Eine ungewöhnliche Allianz fordert mehr Mietspiegel

Wo die Mietpreisbremse gilt, bestimmen die Bundesländer. Bisher haben sechs Länder die Bremse eingeführt und 239 Städte identifiziert, in denen Mieter geschützt werden sollen. 144 davon sind in Bayern, 68 sind in Baden-Württemberg, 22 in Nordrhein-Westfalen und drei in Rheinland-Pfalz. Dazu kommen die Stadtstaaten Hamburg und Berlin. Hessen und Bremen wollen die Bremse einführen, womöglich auch Schleswig-Holstein. In Kommunen mit Bremse müssen sich Mieter und Vermieter vor Vertragsunterschrift klar werden, was die ortsübliche Vergleichsmiete ist. War sie bisher nur wichtig, wenn ein Vermieter die Miete erhöhen wollte, weitet sich ihr Einfluss nun auch auf Neuvermietungen aus.
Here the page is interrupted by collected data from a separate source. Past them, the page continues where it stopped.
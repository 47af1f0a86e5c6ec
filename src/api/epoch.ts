// Epochs at the edge: the API's ISO 8601 UTC text <-> the solver's TT seconds since J2000.
import { parseUtcIso } from '../solver/time/time.js';

/** TT seconds since J2000 of an epoch the Epoch schema has already validated. */
export function epochTT(iso: string): number {
  const parsed = parseUtcIso(iso);
  if (!parsed.ok) throw new Error(`epoch "${iso}" passed the schema but does not parse`); // programmer error
  return parsed.value;
}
Hinter der ortsüblichen Vergleichsmiete steckt ein Quadratmeterpreis, der Eigenschaften wie Ausstattung oder Lage berücksichtigt. Verschiedene Wohnungen in einer Stadt sollen vergleichbar werden. "Für alle Beteiligten, für Vermieter, Mieter und Investoren braucht es Klarheit", sagt Philipp Deschermeier vom Institut der deutschen Wirtschaft Köln. Der Mietspiegel liefere eine gewisse Sicherheit und Transparenz. "Er ist ein guter Anker." Doch genau dieser Anker fehlt meistens: Nur ein Viertel aller Kommunen mit Mietpreisbremse, 62 Gemeinden, hat auch einen Mietspiegel. In den anderen Orten müssen Mieter und Vermieter auf Alternativen zurückgreifen und sich mit Vergleichswohnungen oder Gutachten behelfen. "Diese beiden Varianten sind erlaubt, aber höchst subjektiv", sagt Deschermeier. Und ein Gutachten ist teuer: Das Urteil eines Sachverständigen kostet mindestens eintausend Euro.
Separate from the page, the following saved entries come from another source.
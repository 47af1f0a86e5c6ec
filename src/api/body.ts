// Central bodies between the API (degrees, deg/day for every angular rate) and the solver (radians, rad/s).
import { BODIES, BODY_NAMES, type CentralBody } from '../solver/bodies/bodies.js';
import { DEG, RAD, SECONDS_PER_DAY } from '../solver/core/math.js';
import type { BodiesAnswer, BodySummary, CentralBodyInput } from '../schemas/body.js';

/** A rate converted from rad/s, printed to 15 significant digits (the published digits, without the conversion's last-bit noise). */
const converted = (x: number): number => Number(x.toPrecision(15));

/** The solver's body for a request's centralBody (degrees -> radians at the edge). */
export function resolveBody(input: CentralBodyInput): CentralBody {
  if (typeof input === 'string') return BODIES[input];
  return {
    name: input.name,
    gm: input.gm,
    ...(input.radius !== undefined ? { radius: input.radius } : {}),
    ...(input.j2 !== undefined ? { j2: input.j2 } : {}),
    ...(input.rotationRateDegPerDay !== undefined ? { rotationRateRadS: (input.rotationRateDegPerDay * DEG) / SECONDS_PER_DAY } : {}),
    ...(input.flattening !== undefined ? { flattening: input.flattening } : {}),
    sources: { gm: 'given in the request' },
  };
}

/** A solver body as the answers describe it (rad/s -> deg/day). */
export function describeBody(body: CentralBody): BodySummary {
  return {
    name: body.name,
    gm: body.gm,
    radius: body.radius ?? null,
    j2: body.j2 ?? null,
    rotationRateDegPerDay: body.rotationRateRadS !== undefined ? converted(body.rotationRateRadS * RAD * SECONDS_PER_DAY) : null,
    flattening: body.flattening ?? null,
  };
}

/** GET /v1/bodies: every built-in body with its sources (heliocentric mean motion rad/s -> deg/day). */
export function bodiesAnswer(): BodiesAnswer {
  return {
    bodies: BODY_NAMES.map((name) => {
      const body = BODIES[name];
      return {
        ...describeBody(body),
        heliocentricMeanMotionDegPerDay: body.heliocentricMeanMotionRadS !== undefined ? converted(body.heliocentricMeanMotionRadS * RAD * SECONDS_PER_DAY) : null,
        sources: { ...body.sources },
      };
    }),
  };
}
Nun fordert eine ungewöhnliche Allianz mehr Mietspiegel. Die Vermietervereinigung Haus und Grund, der Mieterbund und sogar Ökonomen, die sonst gegen den Mietspiegel wettern, halten eine Situation ohne Mietspiegel für problematisch. Bisher scheuen viele Kommunen die Kosten. Mindestens zehntausend Euro kostet ein qualifizierter Mietspiegel für eine kleine Gemeinde, für Großstädte können die Kosten schnell sechsstellig werden. Zudem ist Mietspiegel nicht gleich Mietspiegel.
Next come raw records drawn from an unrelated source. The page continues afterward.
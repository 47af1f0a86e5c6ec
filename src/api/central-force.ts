// General central forces between the API and the solver: the request -> the solver's problem, and
// the analysis -> the answer (radians -> degrees; every other number as it is: consistent units).
import type { PotentialTerm } from '../solver/central/potential.js';
import { fromInitial, type CentralForceAnalysis, type CentralForceProblem } from '../solver/central/radial.js';
import type { RadialTrack } from '../solver/central/radial-track.js';
import { RAD } from '../solver/core/math.js';
import { success, type Outcome } from '../solver/core/result.js';
import type { CentralForceAnswer, CentralForceRequest } from '../schemas/central-force.js';

/** The solver's problem for a validated request: the constants given, or those of the initial state. */
export function centralForceProblem(req: CentralForceRequest): Outcome<CentralForceProblem> {
  const terms: PotentialTerm[] = req.potential.terms;
  if (req.initial) return fromInitial(req.mass, terms, req.initial);
  return success({ mass: req.mass, terms, angularMomentum: req.angularMomentum!, energy: req.energy! });
}

const deg = (rad: number): number => rad * RAD;
const degOrNull = (rad: number | null): number | null => (rad === null ? null : deg(rad));

/** Solver analysis (and track) -> API answer: radians -> degrees; every other number as it is. */
export function toCentralForceAnswer(
  a: CentralForceAnalysis,
  track: { start: 'initial' | 'periapsis' | 'apoapsis'; value: RadialTrack } | null,
  units: { radius: string; energy: string },
  scenarioHash: string,
): CentralForceAnswer {
  return {
    scenarioHash,
    mass: a.mass,
    angularMomentum: a.angularMomentum,
    energy: a.energy,
    units: { radius: units.radius, energy: units.energy },
    effectivePotential: a.effectivePotential.map((s) => ({ r: s.r, u: s.u, uEff: s.uEff })),
    sampleSpacing: a.sampleSpacing,
    turningPoints: [...a.turningPoints],
    circularOrbits: a.circularOrbits.map((c) => ({
      radius: c.radius,
      energy: c.energy,
      stable: c.stable,
      radialFrequency: c.radialFrequency,
      angularFrequency: c.angularFrequency,
      frequencyRatio: c.frequencyRatio,
      apsidalAngle: degOrNull(c.apsidalAngle),
    })),
    allowedRegions: a.allowedRegions.map((g) => ({ inner: g.inner, outer: g.outer, innerEnd: g.innerEnd, outerEnd: g.outerEnd, motion: g.motion })),
    analysedRegion: a.regionIndex,
    motion: a.motion,
    rectilinear: a.rectilinear,
    periapsis: a.periapsis,
    apoapsis: a.apoapsis,
    radialPeriod: a.radialPeriod,
    apsidalAngle: degOrNull(a.apsidalAngle),
    precessionPerOrbit: degOrNull(a.precessionPerOrbit),
    track: track === null
      ? null
      : {
        start: track.start,
        sampleCount: track.value.t.length,
        energy: track.value.energy,
        energyDrift: track.value.energyDrift,
        energyDriftRelative: track.value.energyDriftRelative,
        reachedCentre: track.value.reachedCentre,
        samples: track.value.t.map((t, i) => ({ t, r: track.value.r[i]!, rDot: track.value.rDot[i]!, phi: deg(track.value.phi[i]!) })),
      },
  };
}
Vorstellung des Mietspiegels 2015 für Berlin

Mitspiegel Berlin: Gelb steht für "überwiegend einfache Wohnlage", orange für mittlere und rot für gute Gegenden, also teure Wohnungen.

(Foto: Soeren Stache/dpa)

Keine Grundlage - oder eine schlechte

Bei einem einfachen Mietspiegel setzen sich Vertreter von Mietern und Vermietern an einen Tisch und verhandeln. Der Preis spiegelt dann weniger die Realität, als das Verhandlungsgeschick wider. Bei jedem dritten Mietspiegel in Städten mit Mietpreisbremse liegt nur so ein Papier vor. Die bessere Variante ist der qualifizierte Mietspiegel. Er braucht eine wissenschaftliche Grundlage, hat aber auch Tücken. Der Berliner Mietspiegel von 2013 wurde vor Kurzem von einem Gericht gekippt. Den Richtern war er nicht wissenschaftlich genug. "Es sind nicht alle Mietspiegel falsch, aber es sind alle angreifbar", sagt Immobilienökonom Steffen Sebastian. Ein möglicher Nachteil dieser Variante: Die Daten können bis zu vier Jahre alt sein. Das ist eine lange Zeit bei schnell steigenden Mietpreisen.

Die Kommunen haben die Wahl. Entweder stellen sie gar keine Grundlage für ihre Bürger zur Verfügung, um die Mietpreisbremse mit geringem Aufwand einhalten zu können. Oder sie bieten eine schlechte an. Die Regierung kennt das Problem. Im Koalitionsvertrag steht, dass sie die ortsübliche Vergleichsmiete "realitätsnäher" gestalten will. Konkrete Vorschläge aus Berlin gibt es aber bisher nicht. Eigentlich wäre deshalb erst eine Reform des Mietspiegels und danach die Mietpreisbremse sinnvoller gewesen, sagen Experten. Dann hätte es jedoch keine Mietpreisbremse gegeben, glaubt man im SPD-geführten Justizministerium: "Die Union hätte diese Reform so lange verzögert, bis es keine Mietpreisbremse gegeben hätte", sagte ein Sprecher.